The crippling heat dome that’s made the last week miserable for large swaths of the country is set to end Monday afternoon for most, but prominent scientists, including the beloved Bill Nye, are sounding the alarm that similar heat waves are here to stay.
Theories that climate change is to blame for a spike in severe weather events in recent years has been repeated ad nauseam, but never has Nye given such a stark warning into what’s to come.
“It’s the beginning of the new abnormal,” he told ABC this weekend. “The latest research is that there’s not a turning point or a tipping point or a knee in the curve. It’s just going to get hotter and hotter and worse and worse and more and more extreme. This is a taste of the normal of the future unless we, humankind, get to work and address it.”
The recent heat dome, which evoked extreme heat warnings for thousands of cities from Philadelphia to Oklahoma City to Boise, made for a miserable weekend for hundreds of millions of Americans.
On Sunday, Central Park in New York City reached a boiling 94, about 15 degrees more than its daily average. Temperatures eclipsed 100 in Washington for the first time since 2012. Salt Lake City also hit the century mark, coming within one degree of its daily record two days after Phoenix tied its all-time daily heat record at 117. By Sunday evening, 123 million Americans remained under an extreme heat warning that urged them to stay inside.
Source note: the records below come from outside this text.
/// Interleaved samples of `layout` (not CMYK) as interleaved RGB at the same
/// depth: alpha flattened onto paper white, gray expanded to neutral RGB.
pub(crate) fn band_rgb(layout: Layout, samples: &Samples) -> Cow<'_, Samples> {
    fn convert<T: Copy + Into<u32> + TryFrom<u32> + Default + Send + Sync>(v: &[T], layout: Layout, max: u32) -> Vec<T> {
        let ch = layout.channels();
        // `max` is the type's own largest value, so the clamped sample always fits.
        let cast = |x: u32| T::try_from(x.min(max)).ok().unwrap_or_default();
        v.par_chunks(ch)
            .flat_map_iter(|p| {
                let get = |i: usize| p[i].into();
                let (r, g, b, a) = match layout {
                    Layout::Gray => (get(0), get(0), get(0), max),
                    Layout::GrayAlpha => (get(0), get(0), get(0), get(1)),
                    Layout::Rgb => (get(0), get(1), get(2), max),
                    Layout::Rgba => (get(0), get(1), get(2), get(3)),
                    Layout::Cmyk => (0, 0, 0, max),
                };
                let flat = |c: u32| ((c as u64 * a as u64 + max as u64 * (max - a.min(max)) as u64 + max as u64 / 2) / max as u64) as u32;
                [cast(flat(r)), cast(flat(g)), cast(flat(b))]
            })
            .collect()
    }
    match samples {
        _ if layout == Layout::Rgb => Cow::Borrowed(samples),
        Samples::U8(v) => Cow::Owned(Samples::U8(convert(v, layout, 255))),
        Samples::U16(v) => Cow::Owned(Samples::U16(convert(v, layout, 65535))),
    }
}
A reprieve is in sight for those in the northeast. Bryan Ramsey, of the National Weather Service’s New York office, told The Daily Beast on Sunday that high temperatures in Manhattan on Monday and Tuesday will cool down into the mid-to-low 80s, which is still hotter than average for New York City in June—but much, much more comfortable than last week.
The rest of the northeast is expected to have a similar level of cooldown to start the week, he said.
However, portions of the midwest and great plains are still slated to be scorching to start the week, NWS forecasts show, and Ramsey says highs in the 90s could return to New York City by next week.
That remains in line with Nye’s warning, which said our warming world will only continue to produce record heat—which has been blamed for the deaths of over 1,300 muslims during this year’s Hajj pilgrimage—and more natural disasters if nothing is done to curb climate change.
“This is everything going the wrong way at once,” Nye said.